Conclusion. With the help and guidance of my Altarian Teachers I learned how to turn this genetic gift of “divine right” into a different sort of leadership: a self-sacrificing life of service. I chose to live and demonstrate the power of compassion by becoming an avatar of compassion. This was a “forever” choice from which I would never deviate. Combining my genetic make up with empathy I was/am able to see reality from behind the programming curtain. I can sense what is actually going on without having to guess by eliminating the blizzard of inconsequential details, always seeing where the elephant in the room is standing. Ask me if the sun is going to shine here in a week, I have no idea. But ask me what happens to mankind in some 3-400 years and that, I can tell you. In terms of making choices, which is most important?

Knowing: a wonderful and terrible place to occupy when attended by personal responsibility as a “ruler” must always have and be ready to demonstrate, even if it means martyrdom as long as it doesn’t ask for any compromise regarding my choice to be an avatar of compassion.

There you have it, tidbits and inklings of an aware and awake mind. I hope it was if not educational, at least entertaining.

 

I Am so Ready!

I Am so Ready

(thoughts from   ~burning woman~   by Sha’Tara)

No matter the number of years I’ve thought about it and meditated on what it means to me, the idea that I am ‘so ready’ for that final breath is still, well, stunning. I’ve given myself the freedom to speak openly about my ‘impending’ death for some time now even if it causes a frozen lull in most conversations.

Why would someone speak about dying? Some are simply fed up and think, ‘enough is enough’ while some, if rarely, are eager to join up with their chosen loving deity or whatever. That’s not how it is for me.

Am I dissatisfied with the conditions of Earth as imposed upon it by a ruling species unwilling to control its power and take responsibility for its actions? Certainly but that does not drive me to despair, quite to contrary, since I have an impeccable solution to such problems.

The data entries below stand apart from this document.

import type { VehicleDetail, VehicleFile } from '@tappet/contracts';
import { Button, ConfirmDialog, EmptyState, FormMessage, TextField, useToast } from '@tappet/ui';
import { useRef, useState, type FormEvent } from 'react';
import { errorMessage } from '../../../lib/api-client';
import { fileHref } from '../api/get-vehicle';
import { useDeleteVehicleFile, useUploadVehicleFiles } from '../api/mutations';
import { formatBytes } from './words';

/** Largest file and most files the API takes (apps/api uploads module). */
export const uploadLimits = { maxFileBytes: 15 * 1024 * 1024, maxFiles: 10 };
const accepted = 'image/jpeg,image/png,image/webp,application/pdf';

/** Checks a choice of files before sending, with the same limits as the API; null when fine. */
export function checkFiles(files: File[]): string | null {
  if (files.length === 0) return 'Choose at least one photo or PDF.';
  if (files.length > uploadLimits.maxFiles) return `Upload at most ${uploadLimits.maxFiles} files at a time.`;
  const big = files.find((f) => f.size > uploadLimits.maxFileBytes);
  if (big) return `“${big.name}” is larger than 15 MB. Upload a smaller file (scan documents at 200–300 dpi).`;
  return null;
}

/** Upload form: photos and PDF documents; the API checks each by its content and keeps none if one fails. */
function UploadForm({ shopId, vehicleId }: { shopId: string; vehicleId: string }) {
  const input = useRef<HTMLInputElement>(null);
  const upload = useUploadVehicleFiles(shopId, vehicleId);
  const toast = useToast();
  const [problem, setProblem] = useState<string | null>(null);
  const [caption, setCaption] = useState('');

  function onSubmit(event: FormEvent) {
    event.preventDefault();
    const files = Array.from(input.current?.files ?? []);
    const local = checkFiles(files);
    setProblem(local);
    if (local) return;
    upload.mutate(
      { files, caption: caption || undefined },
      {
        onSuccess: (saved) => {
          toast.show(saved.length === 1 ? `Added ${saved[0]?.originalName ?? 'the file'}.` : `Added ${saved.length} files.`, 'ok');
          if (input.current) input.current.value = '';
          setCaption('');
        },
        onError: (error) => setProblem(errorMessage(error)),
      },
    );
  }

  return (
    <form onSubmit={onSubmit} className="flex flex-col gap-3 rounded-md bg-sunk p-3" aria-label="Add photos and documents">
      {problem && <FormMessage>{problem}</FormMessage>}
      <div className="grid grid-cols-1 items-end gap-3 sm:grid-cols-[1fr_1fr_auto]">
        <label className="flex flex-col gap-1">
          <span className="font-bold">Photos or PDFs</span>
          <input ref={input} type="file" name="files" multiple accept={accepted} className="min-h-touch" />
          <span className="text-sm text-ink-muted">JPEG, PNG, WebP or PDF; up to 10 files of 15 MB. Location data is removed from photos.</span>
        </label>
        <TextField label="Caption" value={caption} onChange={(e) => setCaption(e.currentTarget.value)} hint="Optional, for all files in this upload." maxLength={200} autoComplete="off" />
        <Button type="submit" loading={upload.isPending}>
          Upload
        </Button>
      </div>
    </form>
  );
}

/** Photos as a gallery of thumbnails (each opens the full photo) and documents as a list, with upload and remove. */
export function FilesPanel({ shopId, vehicle, canEdit }: { shopId: string; vehicle: VehicleDetail; canEdit: boolean }) {
  const photos = vehicle.files.filter((f) => f.kind === 'photo');
  const documents = vehicle.files.filter((f) => f.kind === 'document');
  const remove = useDeleteVehicleFile(shopId, vehicle.id);
  const [removing, setRemoving] = useState<VehicleFile | null>(null);
  const toast = useToast();

  return (
    <>
      <section aria-labelledby="photos-heading" className="flex flex-col gap-3">
        <h2 id="photos-heading" className="text-lg font-bold">
          Photos <span className="font-normal text-ink-muted">({photos.length})</span>
        </h2>
        {photos.length === 0 ? (
          <EmptyState title="No photos yet">{canEdit ? 'Add photos of the vehicle as it arrived, its numbers and its faults.' : 'Photos appear here once someone adds them.'}</EmptyState>
        ) : (
          <ul className="grid grid-cols-2 gap-3 sm:grid-cols-3 lg:grid-cols-4" aria-label="Photo gallery">
            {photos.map((p) => (
              <li key={p.id} className="flex flex-col gap-1 rounded-md border border-line bg-surface p-2">
                <a href={fileHref(shopId, vehicle.id, p.id)} target="_blank" rel="noopener" className="block overflow-hidden rounded-sm focus-visible:outline-2">
                  <img src={fileHref(shopId, vehicle.id, p.id, 'thumbnail')} alt={p.caption ?? p.originalName} loading="lazy" className="aspect-[4/3] w-full bg-sunk object-cover" />
                </a>
                <span className="truncate text-sm" title={p.originalName}>
                  {p.caption ?? p.originalName}
                </span>
                {canEdit && (
                  <Button variant="secondary" size="sm" onClick={() => setRemoving(p)}>
                    Remove<span className="sr-only"> {p.originalName}</span>
                  </Button>
                )}
              </li>
            ))}
          </ul>
        )}
      </section>
      <section aria-labelledby="documents-heading" className="flex flex-col gap-3">
        <h2 id="documents-heading" className="text-lg font-bold">
          Documents <span className="font-normal text-ink-muted">({documents.length})</span>
        </h2>
        {documents.length === 0 ? (
          <p className="text-ink-muted">No documents yet: certificates, invoices and earlier service records go here as PDFs.</p>
        ) : (
          <ul className="flex flex-col divide-y divide-line rounded-md border border-line bg-surface">
            {documents.map((d) => (
              <li key={d.id} className="flex flex-wrap items-center justify-between gap-2 p-3">
                <span className="flex flex-col">
                  <a href={fileHref(shopId, vehicle.id, d.id, 'download')} className="font-bold text-accent underline underline-offset-4">
                    {d.originalName}
                  </a>
                  <span className="text-sm text-ink-muted">
                    PDF, {formatBytes(d.byteSize)}
                    {d.caption ? ` · ${d.caption}` : ''}
                    {d.uploadedBy ? ` · added by ${d.uploadedBy.name}` : ''}
                  </span>
                </span>
                {canEdit && (
                  <Button variant="secondary" size="sm" onClick={() => setRemoving(d)}>
                    Remove<span className="sr-only"> {d.originalName}</span>
                  </Button>
                )}
              </li>
            ))}
          </ul>
        )}
        {canEdit && <UploadForm shopId={shopId} vehicleId={vehicle.id} />}
      </section>
      <ConfirmDialog
        open={removing !== null}
        onCancel={() => setRemoving(null)}
        onConfirm={() => {
          if (!removing) return;
          remove.mutate(removing.id, {
            onSuccess: () => {
              toast.show(`Removed ${removing.originalName}.`, 'ok');
              setRemoving(null);
            },
            onError: (e) => toast.show(errorMessage(e), 'fail'),
          });
        }}
        title="Remove this file?"
        message={removing ? `“${removing.originalName}” will be deleted for everyone in the shop. This cannot be undone.` : ''}
        confirmLabel="Remove file"
        destructive
        loading={remove.isPending}
      />
    </>
  );
}
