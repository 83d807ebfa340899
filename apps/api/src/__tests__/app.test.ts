import request from 'supertest';
import { afterAll, beforeAll, describe, expect, it } from 'vitest';
import { createTestContext, csrf, type TestContext } from '../test-support/test-app';

let ctx: TestContext;
beforeAll(async () => {
  ctx = await createTestContext();
});
afterAll(() => ctx.close());

describe('HTTP basics', () => {
  it('answers the health check', async () => {
    const res = await request(ctx.app).get('/api/health');
    expect(res.status).toBe(200);
    expect(res.body).toEqual({ status: 'ok' });
  });

  it('sends security headers with a same-origin CSP', async () => {
    const res = await request(ctx.app).get('/api/health');
    const csp = res.headers['content-security-policy'];
    expect(csp).toContain("default-src 'self'");
    expect(csp).toContain("font-src 'self'");
    expect(csp).toContain("frame-ancestors 'none'");
    expect(res.headers['x-content-type-options']).toBe('nosniff');
    expect(res.headers['x-powered-by']).toBeUndefined();
  });

  it('answers unknown API routes with a JSON 404', async () => {
    const res = await request(ctx.app).get('/api/no-such-thing');
    expect(res.status).toBe(404);
    expect(res.body).toEqual({ error: { code: 'not_found', message: expect.any(String) } });
  });

  it('answers malformed JSON with 400 and no stack trace', async () => {
    const res = await request(ctx.app).post('/api/auth/sign-in').set(csrf).set('Content-Type', 'application/json').send('{"email": "a@b.test",');
    expect(res.status).toBe(400);
    expect(res.body.error.code).toBe('bad_request');
    expect(JSON.stringify(res.body)).not.toMatch(/at .*\.(ts|js):\d+/);
  });

  it('answers a body over 100 kb with 413', async () => {
    const res = await request(ctx.app)
      .post('/api/auth/sign-in')
      .set(csrf)
      .send({ email: 'someone@example.test', password: 'x'.repeat(101 * 1024) });
    expect(res.status).toBe(413);
    expect(res.body.error.code).toBe('payload_too_large');
  });

  it('refuses unknown fields (strict schemas) with the offending path', async () => {
    const res = await request(ctx.app).post('/api/auth/sign-in').set(csrf).send({ email: 'someone@example.test', password: 'secret-words', isPlatformAdmin: true });
    expect(res.status).toBe(400);
    expect(res.body.error.code).toBe('validation_failed');
    expect(res.body.error.details).toEqual([{ path: [], message: expect.stringContaining('isPlatformAdmin') }]);
  });

  it('reports each invalid field with its path', async () => {
    const res = await request(ctx.app).post('/api/auth/sign-in').set(csrf).send({ email: 'not-an-address', password: '' });
    expect(res.status).toBe(400);
    expect(res.body.error.details.map((d: { path: string[] }) => d.path.join('.'))).toEqual(['email', 'password']);
  });
});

Do I think that I’ve done enough and it’s time for a much deserved break from the merry-go-round and the pig pen? No, quite the opposite: I know I haven’t performed to the best of my abilities and there is so much more to be done. I know that my sudden “departure” would currently leave some people in the lurch.

No, my sense of being ready does not come from selfish motives. It comes from an innate knowing. It comes from a bursting of joy having something good and tangible to take with me after a wonderful day at the fair.

The fair is still going full bore; I could stay and play some more but speaking of bore, any fair will get boring if it goes on too long. I don’t want this to go on past the point where I can enjoy it. I don’t want to just sit in the car as the night falls and the lights come on only to fade.

There is a sense of fullness that is driving me, today particularly. I want to enjoy that quiet if passionate, fullness. I want to enjoy one accomplishment in particular: detachment. There is nothing, and no one that has the power to hold me here. I am the one with the power, all of it and that means I have also managed to get a handle on self empowerment.

I choose, I decide, no regrets. I gave myself a purpose for my life henceforth and that purpose is anchored within my own nature now. Like Leto Atreides II choosing to forfeit his humanity in order to become a sand worm, the Fremen deity called Shai’Hulud, I have forfeited my humanity (or perhaps gained it!) by turning myself over to becoming an avatar of compassion.

This is done now. What comes next, is next. I live in the joy of this accomplishment. I was taught even as a child that it is possible to change one’s nature. I had to prove it to myself and the answer is, yes.